Additionally, the mRNA expression levels of Nrf2, HO-1, NQO1, GST-1, and GCL in the liver were investigated via RT-qPCR (Fig. 6). The results of the present study revealed that except for HO-1, the mRNA expression levels of the other ARE-regulated genes were significantly enhanced in the HMP group compared with the CS group (P<0.05; Fig. 6). This suggested that additional regulatory elements may be involved in the activation of HO-1 in the CS group; however, the activation of Nrf2 and other ARE-regulated genes, as well as the inhibition of oxidative stress markers, including MDA in the HMP group, suggested that HMP may be responsible for the increase in antioxidative ability of cells by activating the Nrf2-ARE signaling pathway.

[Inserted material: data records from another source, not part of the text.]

"""The report as one self-contained, printable HTML file: :func:`render_html` of a
:class:`~tracescreen.report.document.Document`.

No script and no outside request: charts are images inside the file (SVG; WebP for a dense chart) (``<img>`` elements with
data addresses, so a chart cannot run code). Every text of the document is escaped here.

Printing (the browser's print, or :mod:`tracescreen.report.pdf`): A4 pages with the caution and
"Page n of N" in the footer; every section starts a page; sections with wide tables print on
landscape pages; table headers repeat on every page, rows never split across pages, tables too wide
for a page are printed in parts that repeat the key columns (:func:`~tracescreen.report.document.column_parts`);
no scroll boxes in print.
"""

from __future__ import annotations

import base64
import html
import re

import numpy as np
import pandas as pd

from tracescreen import vocabulary
from tracescreen.report.document import Bullets, Document, Figure, Heading, Paragraph, Table, column_parts


def esc(text) -> str:
    """Text escaped for HTML (quotes too)."""
    return html.escape(str(text), quote=True)


_GLYPH_CSS = "".join(f".st-{s} .g{{color:{vocabulary.COLOUR[s]}}}" for s in vocabulary.STATUSES)
CSS = _GLYPH_CSS + """
:root{--ink:#1d2329;--muted:#57606a;--rule:#c9d1d9}
body{font-family:"DejaVu Sans",system-ui,-apple-system,"Segoe UI",sans-serif;margin:0 auto;max-width:1180px;
 padding:1rem 1.5rem;color:var(--ink);font-size:10.5pt;line-height:1.4}
h1{font-size:20pt;margin:.2rem 0 .6rem}h2{font-size:14pt;border-bottom:2px solid var(--rule);padding-bottom:.2rem;margin:1.6rem 0 .6rem}
h3{font-size:11.5pt;margin:1rem 0 .4rem}
.cover dl{display:grid;grid-template-columns:max-content 1fr;gap:.15rem 1rem;margin:.4rem 0 .8rem}
.cover dt{font-weight:bold}.cover dd{margin:0;white-space:pre-wrap}
.caution{border:3px solid #9a3412;background:#fff7ed;padding:.6rem .9rem;margin:.6rem 0;font-size:10.5pt}
.lead{margin:.35rem 0}.note{color:var(--muted);font-size:9.5pt}ul{margin:.3rem 0 .5rem 1.2rem;padding:0}
li{margin:.15rem 0}nav ul{columns:2;list-style:none;margin:.3rem 0 0 0}
.tablewrap{overflow-x:auto;margin:.4rem 0 .8rem}
table{border-collapse:collapse;font-size:8.5pt}caption{text-align:left;font-weight:bold;padding:.2rem 0}
th,td{border:1px solid var(--rule);padding:.15rem .35rem;text-align:left;vertical-align:top}
th{background:#f0f2f4}td.n{text-align:right;font-variant-numeric:tabular-nums}td.w{min-width:9em}.d{white-space:nowrap}
figure{margin:.6rem 0 1rem}figure img{max-width:100%;height:auto;display:block}
figcaption{font-size:9pt;color:var(--muted)}
@page{size:A4 portrait;margin:14mm 12mm 16mm 12mm;
 @bottom-left{content:"tracescreen site summary: a screening aid, not a compliance decision";font:8pt "DejaVu Sans",sans-serif;color:#57606a}
 @bottom-right{content:"Page " counter(page) " of " counter(pages);font:8pt "DejaVu Sans",sans-serif;color:#57606a}}
@page wide{size:A4 landscape;margin:12mm 12mm 14mm 12mm}
@media print{
 body{max-width:none;padding:0;font-size:9.5pt}
 section{break-before:page}section.landscape{page:wide}
 .tablewrap{overflow:visible}thead{display:table-header-group}tr,figure,li{break-inside:avoid}
 h2,h3,caption{break-after:avoid}nav{display:none}
 table{font-size:7.5pt;width:100%}th,td{overflow-wrap:break-word}
 figure img{width:100%;max-width:720px}
}
"""


#: Headers of text columns given room (a name or sentence squeezed to one word per line is unreadable).
WIDE_TEXT = frozenset({"Site name", "Name", "Detail", "Suggested action", "Note", "Source", "Reason", "Limit", "Value",
                       "Words"})
#: Headers of date columns (never broken inside a date).
DATES = frozenset({"Sampled", "First sampled", "Last sampled", "Trend line reaches the limit", "In force from",
                   "In force to"})


_DATE = re.compile(r"(\d{4}-\d{2}(?:-\d{2})?)")


def prose(text) -> str:
    """Text of a sentence, escaped, with its dates kept on one line."""
    return _DATE.sub(r'<span class="d">\1</span>', esc(text))


def _paragraph(b: Paragraph) -> str:
    if b.style == "caution":
        return f'<div class="caution" role="note"><b>Caution.</b> {esc(b.text)}</div>'
    return f'<p class="{esc(b.style)}">{prose(b.text)}</p>'


def _part_html(frame: pd.DataFrame, t: Table, caption: str) -> str:
    head = "".join(f"<th>{esc(c)}</th>" for c in frame.columns)
    cols = []
    for c in frame.columns:
        cls = "n" if c in t.numeric else "w" if c in WIDE_TEXT else "d" if c in DATES else ""
        text = frame[c].astype(str).map(esc).to_numpy(dtype=object)
        if t.status is not None and c in t.status.columns:
            st = t.status[c].astype(str).to_numpy(dtype=object)
            has = st != ""
            glyph = np.where(has, '<span class="g">' + frame[c].astype(str).str[:1].map(esc).to_numpy(dtype=object)
                             + "</span>" + frame[c].astype(str).str[1:].map(esc).to_numpy(dtype=object), text)
            cols.append(np.where(has, '<td class="st-' + st + '">', "<td>") + glyph + "</td>")
        else:
            cols.append((f'<td class="{cls}">' if cls else "<td>") + text + "</td>")
    body = "".join("<tr>" + "".join(r) + "</tr>\n" for r in np.stack(cols, axis=1)) if len(frame) else ""
    cap = f"<caption>{esc(caption)}</caption>" if caption else ""
    return f'<div class="tablewrap"><table>{cap}<thead><tr>{head}</tr></thead><tbody>\n{body}</tbody></table></div>'


def table_html(t: Table) -> str:
    """A table (in column parts when too wide), with its caption and the sentence on rows left out."""
    parts = column_parts(t)
    out = []
    for i, frame in enumerate(parts):
        caption = t.caption
        if len(parts) > 1:
            caption = f"{caption} (columns, part {i + 1} of {len(parts)})".strip()
        out.append(_part_html(frame, t, caption))
    html_ = "".join(out)
    html_ = html_.replace("<div class=\"tablewrap\"><table>", f'<div class="tablewrap"><table id="{esc(t.table_id)}">', 1)
    return html_ + (f'<p class="note">{esc(t.more)}</p>' if t.more else "")


def figure_html(f: Figure) -> str:
    """A chart as an image (SVG, or WebP when dense; drawn beforehand) with its caption."""
    fmt = f.page_format
    image = f.images.get(fmt)
    if image is None:
        return f'<p class="note">Chart {esc(f.caption)} was not drawn.</p>'
    data = base64.b64encode(image if isinstance(image, bytes) else image.encode("utf-8")).decode("ascii")
    mime = {"svg": "image/svg+xml", "png": "image/png", "webp": "image/webp"}[fmt]
    return (f'<figure id="{esc(f.figure_id)}"><img src="data:{mime};base64,{data}" width="{f.width}" '
            f'height="{f.height}" alt="{esc("Chart: " + f.caption)}"><figcaption>{esc(f.caption)}</figcaption></figure>')


def block_html(b) -> str:
    """One block of the document as HTML."""
    if isinstance(b, Paragraph):
        return _paragraph(b)
    if isinstance(b, Bullets):
        return "<ul>" + "".join(f"<li>{prose(i)}</li>" for i in b.items) + "</ul>"
    if isinstance(b, Heading):
        return f"<h3>{esc(b.text)}</h3>"
    if isinstance(b, Table):
        return table_html(b)
    if isinstance(b, Figure):
        return figure_html(b)
    raise TypeError(f"unknown block {type(b).__name__}")


def render_html(doc: Document) -> str:
    """The document as one self-contained HTML page (charts must be drawn as SVG first)."""
    cover = doc.cover
    rows = "".join(f"<dt>{esc(k)}</dt><dd>{esc(v)}</dd>" for k, v in cover.rows())
    summary = "".join(block_html(b) for b in doc.summary)
    numbered = doc.numbered()
    nav = "".join(f'<li><a href="#{esc(s.section_id)}">{esc(n)} {esc(s.title)}</a></li>' for n, s in numbered)
    sections = "".join(
        f'<section id="{esc(s.section_id)}"' + (' class="landscape"' if s.landscape else "") + ">"
        + f"<h2>{esc(n)} {esc(s.title)}</h2>\n" + "\n".join(block_html(b) for b in s.blocks) + "</section>\n"
        for n, s in numbered)
    return (
        '<!DOCTYPE html>\n<html lang="en"><head><meta charset="utf-8">'
        '<meta name="viewport" content="width=device-width, initial-scale=1">'
        f"<title>{esc(cover.title)}</title><style>{CSS}</style></head><body>\n"
        f'<header class="cover" id="cover"><h1>{esc(cover.title)}</h1><dl>{rows}</dl>'
        f'<div class="caution" id="caution" role="note"><b>Caution.</b> {esc(doc.caution)}</div></header>\n'
        f'<div id="summary"><h2>Executive summary</h2>{summary}</div>\n'
        f'<nav aria-label="Contents"><h2>Contents</h2><ul>{nav}</ul></nav>\n{sections}</body></html>\n'
    )


def build_report_html(data, site_ids=None, title: str | None = None, options=None) -> str:
    """The report of a run as HTML: :func:`~tracescreen.report.build.build_document`, the charts
    drawn as SVG, :func:`render_html`. ``title`` replaces the cover's title."""
    from dataclasses import replace

    from tracescreen.report.build import ReportOptions, build_document
    from tracescreen.report.images import draw

    options = options or ReportOptions()
    if title:
        options = replace(options, cover=replace(options.cover, title=title))
    doc = build_document(data, site_ids, options)
    draw(doc.figures(), ("page",))
    return render_html(doc)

Furthermore, previous studies have confirmed that Nrf2 may be activated in endothelial cells by steady laminar flow (19,20). Thus, immunohistochemistry was conducted to assess whether steady laminar flow provided by HMP may induce the expression levels of Nrf2 (Fig. 7). The results revealed that within the HMP group, Nrf2 expression was significantly increased in the periportal regions of livers when compared with the CS group (P<0.01), This suggested that Nrf2 in hepatocytes and liver sinusoidal endothelial cells around periportal regions may be induced by steady laminar flow.